With the rapid onset of the global Covid-19 Pandemic in 2020 the USA Centers for Disease Control and Prevention (CDC) quickly implemented a new Covid-19 pipeline to collect testing data from all of the USA’s states and territories, and produce multiple consumable results for federal and public agencies. They did this in under 30 days, using Apache Kafka.
Inspired by this story, we built two demonstration streaming pipelines for ingesting, storing, and visualizing public IoT data (Tidal data from NOAA, the National Oceanic and Atmospheric Administration) using multiple open source technologies. The common ingestion technologies were Apache Kafka, Apache Kafka Connect, and Apache Camel Kafka Connector, supplemented with Prometheus and Grafana for monitoring. The initial experiment used Open Distro for Elasticsearch and Kibana as the target storage and visualisation technologies, while the second experiment used PostgreSQL and Apache Superset.

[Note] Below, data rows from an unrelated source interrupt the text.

#pragma once
// The Gmsh project file (*.txproj): JSON of our own, format "triaxcal-gmsh-project", version 1
// (plugin/gmsh/README.md). Soil units are keyed by physical group *name*: names survive re-meshing,
// renumbering and .geo_unrolled, tags do not. An empty file is a new project.

#include <nlohmann/json.hpp>

#include <filesystem>
#include <map>
#include <string>

namespace triaxcal::gmsh {

using nlohmann::json;

inline constexpr const char* kProjectFormat = "triaxcal-gmsh-project";
inline constexpr int kProjectVersion = 1;
inline constexpr const char* kExportFormat = "triaxcal-soil-units";

/// Where a soil unit's parameters come from.
enum class Source { none, parameter_set, calibration };
std::string to_string(Source source);  ///< "none", "parameter_set", "calibration"
std::string label_of(Source source);   ///< as the Gmsh tree shows it: "none", "parameter set", "calibration"
/// From a key or a label; throws InputError "<where>: expected one of: none, parameter_set, calibration, found \"x\"".
Source parse_source(const std::string& text, const std::string& where);

/// The settings a user makes for one soil unit (the inputs of its subtree).
struct UnitSettings {
  Source source = Source::none;
  std::string parameter_set;  ///< parameter-set JSON, relative to the project file's folder or absolute
  std::string calibration;    ///< calibration JSON (triaxcal fit's input), same
  // The check test drawn for a parameter set: a triaxial compression from an isotropic state.
  double check_p = 100.0;          ///< p' at the start (kPa)
  std::string check_drainage = "drained";  ///< "drained" or "undrained"
  double check_void_ratio = 0.7;   ///< e0 (models that need it)
  double check_ocr = 1.0;          ///< OCR (models that need it)
  double check_axial_strain = 0.15;  ///< to this axial strain (decimal)

  bool operator==(const UnitSettings&) const = default;
};

struct ProjectUnit {
  int dimension = 0;       ///< of the physical group, as last seen
  int tag = 0;             ///< physical tag as last seen (information only: never used as a key)
  UnitSettings settings;
  json result;             ///< what the last compute found (null: never computed); see README.md
};

struct Project {
  std::filesystem::path path;          ///< the project file
  std::string description;
  std::string export_file;             ///< relative to the project's folder; "" = <stem>.soil-units.json
  std::map<std::string, ProjectUnit> units;  ///< by physical group name

  std::filesystem::path folder() const { return path.parent_path(); }
  /// `file` against the project's folder unless absolute.
  std::filesystem::path resolve(const std::string& file) const;
  std::filesystem::path export_path() const;
};

/// Strict: unknown keys, wrong types and bad values throw InputError "<path>: <key path>: ...".
Project parse_project(const std::string& text, const std::filesystem::path& path);
Project read_project(const std::filesystem::path& path);
json project_json(const Project& project);
/// Atomic (temporary file, then rename).
void write_project(const Project& project);

}  // namespace triaxcal::gmsh
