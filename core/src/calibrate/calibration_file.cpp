#include "triaxcal/calibration_file.hpp"

#include <algorithm>
#include <cassert>
#include <cmath>
#include <filesystem>

#include "../json_checks.hpp"
#include "triaxcal/error.hpp"
#include "triaxcal/interpret.hpp"
#include "triaxcal/parameters.hpp"

namespace triaxcal {

using detail::json;

namespace {

std::pair<double, double> range_of(const json& v, const std::string& src, const detail::KeyPath& path) {
  if (!v.is_array() || v.size() != 2 || !v[0].is_number() || !v[1].is_number())
    throw InputError(path.in(src) + ": expected [from, to] (two axial strains, decimal), found " + v.dump());
  const double a = v[0].get<double>(), b = v[1].get<double>();
  if (!(a < b)) throw InputError(path.in(src) + ": expected from < to, found " + v.dump());
  return {a, b};
}

template <typename E>
E choose(const std::string& found, std::initializer_list<std::pair<const char*, E>> options, const std::string& where) {
  std::string list;
  for (const auto& [name, value] : options) {
    if (found == name) return value;
    list += (list.empty() ? "\"" : ", \"") + std::string(name) + "\"";
  }
  throw InputError(where + ": expected one of " + list + ", found \"" + found + "\"");
}

ParameterSpec parse_parameter(const std::string& name, const json& v, const std::string& src) {
  const detail::KeyPath path = detail::KeyPath("parameters") / name;
  ParameterSpec s;
  s.name = name;
  if (v.is_number()) {
    s.status = ParameterStatus::fixed;
    s.value = v.get<double>();
    return s;
  }
  if (v.is_string()) {  // a word parameter, fixed; checked against the model by build_calibration_problem
    s.status = ParameterStatus::fixed;
    s.word = v.get<std::string>();
    return s;
  }
  detail::require_object(v, src, path);
  const std::string status = detail::get_string(v, "status", src, path);
  s.status = choose<ParameterStatus>(
      status, {{"free", ParameterStatus::free}, {"fixed", ParameterStatus::fixed}, {"tied", ParameterStatus::tied}},
      (path / "status").in(src));
  switch (s.status) {
    case ParameterStatus::fixed:
      detail::check_keys(v, {"status", "value", "from", "note"}, src, path);
      if (v.contains("from")) {
        // Fixed at the interpretation's value of the parameter's role (seed_from_interpretation).
        const std::string from = detail::get_string(v, "from", src, path);
        if (from != "interpretation")
          throw InputError((path / "from").in(src) + ": expected \"interpretation\", found \"" + from + "\"");
        if (v.contains("value"))
          throw InputError(path.in(src) + ": give \"value\" or \"from\": \"interpretation\", not both");
        s.from_interpretation = true;
      } else if (v.contains("value") && v.at("value").is_string())
        s.word = v.at("value").get<std::string>();
      else
        s.value = detail::get_number_or(v, "value", kNotGiven, src, path);
      break;
    case ParameterStatus::tied:
      detail::check_keys(v, {"status", "expression", "note"}, src, path);
      s.expression = detail::get_string(v, "expression", src, path);
      break;
    case ParameterStatus::free: {
      detail::check_keys(v, {"status", "lower", "upper", "start", "scale", "note"}, src, path);
      // Either bound may be left out: seed_from_interpretation derives it (NaN until then).
      s.lower = detail::get_number_or(v, "lower", kNotGiven, src, path);
      s.upper = detail::get_number_or(v, "upper", kNotGiven, src, path);
      s.start = detail::get_number_or(v, "start", kNotGiven, src, path);
      const std::string scale = detail::get_string_or(v, "scale", "linear", src, path);
      s.scale = choose<ParameterScale>(scale, {{"linear", ParameterScale::linear}, {"log", ParameterScale::log}},
                                       (path / "scale").in(src));
      break;
    }
  }
  return s;
}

In this talk we introduce each technology and the pipeline architecture, and walk through the steps followed, challenges encountered, and solutions used to build reliable and scalable pipelines, and visualize the results (including Tidal periods, ranges and locations). We compare and contrast the two approaches, focussing on exception handling, scalability, performance and monitoring, and the pros and cons of the two visualization technologies (Kibana and Superset).
Since learning to program on a VAX 11/780, Paul Brebner has extensive R&D and consulting experience in distributed systems, technology innovation, software architecture and engineering, software performance and scalability, grid and cloud computing, and data analytics and machine learning.
Paul is the Technology Evangelist at Instaclustr. He’s been learning new scalable technologies, solving realistic problems, building applications, and blogging about an ever-increasing list of Open Source technologies. Paul has worked at UNSW, CSIRO, UCL (UK), NICTA/ANU, and several tech start-ups (including Founder/CTO of a NICTA spin-out). Paul has an MSc in Machine Learning and a BSc (Computer Science and Philosophy).